#### Task description:
Nothing but the lines from the start of the records through the line that contains "const adopted = plan.models.formationNumber" is to be copied, and each is to be copied exactly.
=== Section Start ===
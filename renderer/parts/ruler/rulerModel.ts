/**
 * What the ruler shows of a plan and its results: estimates as ticks, the band, the outline. Pure.
 */
import type { JetEnsemble } from '../../../core/coaxial'
import { formatFixed, formatQuantity } from '../../../core/quantity'
import type { Plan } from '../../../core/plan'
import type { FormationNumbers, PulseResult } from '../../../core/pulse'
import { outlinePoints } from './scale'

/** One model's estimate of where the ring is full. */
export interface RulerEstimate {
  readonly id: string
  readonly value: number
  /** Ends of its own uncertainty, where it has one. */
  readonly low: number | null
  readonly high: number | null
  readonly text: string
  readonly adopted: boolean
}

export interface RulerModel {
  readonly strokeRatio: number
  readonly band: readonly [number, number] | null
  readonly estimates: readonly RulerEstimate[]
  /** Exit speed over its peak against formation time. */
  readonly outline: readonly (readonly [number, number])[]
  /** Said in the ruler's place for labels where no estimate exists. */
  readonly absence: string | null
}

/** Names as they stand on the ruler; the order is that of the legend. */
const ESTIMATES = [
  ['speedMatch', 'speed match'],
  ['energyLimit', 'energy limit'],
  ['carriedVolume', 'carried volume'],
  ['computed', 'computed'],
] as const satisfies readonly (readonly [keyof FormationNumbers, string])[]

/** Stroke in exit diameters as the plan has it now, before it is computed. */
export function planStrokeRatio(plan: Plan): number {
  return plan.programme.stroke / plan.nozzle.diameter
}

/**
 * The ruler of a plan.
 *
 * @param pulse null before the first result
 * @param formation the runs behind the computed formation number, for its range; null where they are not at hand
 */
export function rulerModel(plan: Plan, pulse: PulseResult | null, formation: JetEnsemble | null = null): RulerModel {
  const strokeRatio = planStrokeRatio(plan)
  if (pulse === null) return { strokeRatio, band: null, estimates: [], outline: [], absence: null }
  const { formationNumber } = pulse
  const estimates = ESTIMATES.flatMap(([id, name]): RulerEstimate[] => {
    const value = formationNumber[id]
    if (value === null) return []
    const adopted = plan.models.formationNumber === id
    if (id === 'computed') return [{ ...computedEstimate(value, formation), adopted }]
    return [{ id, value, low: null, high: null, text: `${name} ${formatFixed(value)}`, adopted }]
  })
  return {
    strokeRatio,
    band: formationNumber.published,
    estimates,
    outline: outlinePoints(pulse.history.formationTime, pulse.history.exitSpeed),
    absence: estimates.length > 0 ? null : absenceOf(formationNumber),
  }
}

/** The computed jet's number is a range: what modifies its mean for this nozzle modifies its ends alike. */
function computedEstimate(value: number, formation: JetEnsemble | null): Omit<RulerEstimate, 'adopted'> {
  const base = { id: 'computed', value }
  const { formationNumber: mean, formationNumberLow: low, formationNumberHigh: high } = formation ?? NO_RANGE
  if (mean === null || low === null || high === null || high - low < 0.005)
    return { ...base, low: null, high: null, text: `computed ${value.toFixed(1)}` }
  const [from, to] = [(low * value) / mean, (high * value) / mean]
  return { ...base, low: from, high: to, text: `computed ${value.toFixed(1)} (${from.toFixed(1)} to ${to.toFixed(1)})` }
}

const NO_RANGE = { formationNumber: null, formationNumberLow: null, formationNumberHigh: null }

function absenceOf(formationNumber: FormationNumbers): string {
  return formationNumber.published === null
    ? 'no pinch-off expected: see the cautions'
    : 'no model has an estimate for this programme'
}

/** The stroke in words, for the handle: `stroke ratio 3.20, stroke 96 mm`. */
export function strokeInWords(plan: Plan, lengthUnit: string): string {
  return `stroke ratio ${formatFixed(planStrokeRatio(plan))}, stroke ${formatQuantity(plan.programme.stroke, lengthUnit)}`
}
=== Section End ===
#### Result of this exercise:
filename renderer/parts/ruler/rulerModel.ts
/**
 * What the ruler shows of a plan and its results: estimates as ticks, the band, the outline. Pure.
 */
import type { JetEnsemble } from '../../../core/coaxial'
import { formatFixed, formatQuantity } from '../../../core/quantity'
import type { Plan } from '../../../core/plan'
import type { FormationNumbers, PulseResult } from '../../../core/pulse'
import { outlinePoints } from './scale'

/** One model's estimate of where the ring is full. */
export interface RulerEstimate {
  readonly id: string
  readonly value: number
  /** Ends of its own uncertainty, where it has one. */
  readonly low: number | null
  readonly high: number | null
  readonly text: string
  readonly adopted: boolean
}

export interface RulerModel {
  readonly strokeRatio: number
  readonly band: readonly [number, number] | null
  readonly estimates: readonly RulerEstimate[]
  /** Exit speed over its peak against formation time. */
  readonly outline: readonly (readonly [number, number])[]
  /** Said in the ruler's place for labels where no estimate exists. */
  readonly absence: string | null
}

/** Names as they stand on the ruler; the order is that of the legend. */
const ESTIMATES = [
  ['speedMatch', 'speed match'],
  ['energyLimit', 'energy limit'],
  ['carriedVolume', 'carried volume'],
  ['computed', 'computed'],
] as const satisfies readonly (readonly [keyof FormationNumbers, string])[]

/** Stroke in exit diameters as the plan has it now, before it is computed. */
export function planStrokeRatio(plan: Plan): number {
  return plan.programme.stroke / plan.nozzle.diameter
}

/**
 * The ruler of a plan.
 *
 * @param pulse null before the first result
 * @param formation the runs behind the computed formation number, for its range; null where they are not at hand
 */
export function rulerModel(plan: Plan, pulse: PulseResult | null, formation: JetEnsemble | null = null): RulerModel {
  const strokeRatio = planStrokeRatio(plan)
  if (pulse === null) return { strokeRatio, band: null, estimates: [], outline: [], absence: null }
  const { formationNumber } = pulse
  const estimates = ESTIMATES.flatMap(([id, name]): RulerEstimate[] => {
    const value = formationNumber[id]
    if (value === null) return []
    const adopted = plan.models.formationNumber === id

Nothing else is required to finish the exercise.